The following day, while out in a nearby harbour town, Rebecca gets herself abducted by local gent Sir John Horton who is evidently aware of her true identity. Turns out John, plus local couple Lord and Lady Benedict, are the actual spies. They set sail in a yacht with Rebecca locked downstairs, but there’s heavy mist and the yacht runs aground. In a splendidly ridiculous sequence, Rebecca unscrews the glass of one of the portholes with her engraving scribe, climbs out, jumps into the water just as the yacht capsizes, and swims for it; as luck would have it, she is rescued by her brother’s ship which appears out of the mist in the nick of time and throws down a rope for her to climb up, which she manages to do despite presumably being weighed down by long skirts. Onboard, Daniel – who doesn’t spy for the French, he’s just an excitingly free-spirited outlaw – persuades Rebecca that Lucas is known to be an OK chap and that marrying him would probably be a good idea given that she’s poor and alone and all, and he (Daniel) is away at sea. On Rebecca's arrival back at Kestrel Court, Lucas declares his love for her and proposes again, and this time Rebecca agrees.

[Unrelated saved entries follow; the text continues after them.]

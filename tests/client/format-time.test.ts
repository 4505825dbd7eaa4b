import { afterEach, describe, expect, it } from 'vitest';
import { formatCalendarDate, formatClockTime, formatInstant, formatSlot } from '../../src/lib/format-time';

// Expected strings follow CLDR's formats for each locale as ICU ships them with Node 20 (en-GB: 24-hour clock, day
// before month; en-US: 12-hour clock with AM/PM, month before day; de-DE: 24-hour, "14.12.2026"). Unicode CLDR, the
// locale data behind Intl.DateTimeFormat.
function useLocale(...languages: string[]) {
  Object.defineProperty(window.navigator, 'languages', { value: languages, configurable: true });
}

afterEach(() => useLocale('en-GB'));

/** ICU writes a narrow no-break space before AM/PM in some versions and a plain one in others. */
const spaced = (text: string) => text.replace(/[\u202f\u00a0]/g, ' ');

describe('times and dates in the user’s locale', () => {
  const afternoon = new Date(2026, 2, 2, 14, 5);

  it('writes a 24-hour clock where the locale uses one and AM/PM where it does not', () => {
    useLocale('en-GB');
    expect(spaced(formatClockTime(afternoon))).toBe('14:05');
    useLocale('en-US');
    expect(spaced(formatClockTime(afternoon))).toBe('2:05 PM');
    useLocale('de-DE');
    expect(spaced(formatClockTime(afternoon))).toBe('14:05');
  });

  it('writes calendar dates in the locale’s order, without any zone shift', () => {
    useLocale('en-GB');
    expect(spaced(formatCalendarDate('2026-12-14'))).toBe('14 Dec 2026');
    useLocale('en-US');
    expect(spaced(formatCalendarDate('2026-12-14'))).toBe('Dec 14, 2026');
    useLocale('de-DE');
    expect(spaced(formatCalendarDate('2026-12-14'))).toBe('14.12.2026');
  });

  it('instants and slots follow the same locale', () => {
    const start = new Date(2026, 11, 1, 9, 0).toISOString();
    const end = new Date(2026, 11, 1, 13, 0).toISOString();
    useLocale('en-GB');
    expect(spaced(formatSlot(start, end, { withDay: false }))).toBe('09:00 – 13:00');
    expect(spaced(formatInstant(start))).toBe('1 Dec 2026, 09:00');
    useLocale('en-US');
    expect(spaced(formatSlot(start, end, { withDay: false }))).toBe('9:00 AM – 1:00 PM');
    expect(spaced(formatInstant(start))).toBe('Dec 1, 2026, 9:00 AM');
  });
});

I enjoy the occasional romance novel and this isn’t a bad one. Lucas is a pretty attractive hero and the epilogue, in which Cornick additionally provides the austere Duke with a bit of romance, is a nice touch. TRM was apparently the third book in the ‘Bluestocking Brides’ series, the earlier two being The Notorious Lord (about Cory Newlyn) and One Night of Scandal (about the second Kestrel brother, Richard). (We learn on page thirteen of The Rake’s Mistress that Stephen Kestrel has two sisters in addition to his three brothers, but the sisters do not appear in the novel at any point. Maybe they do in the others. Or maybe I shouldn’t be too exacting towards a M&B). A close friend of mine may have just ordered both from the Amazon Marketplace. Well, these winter evenings are long and dark.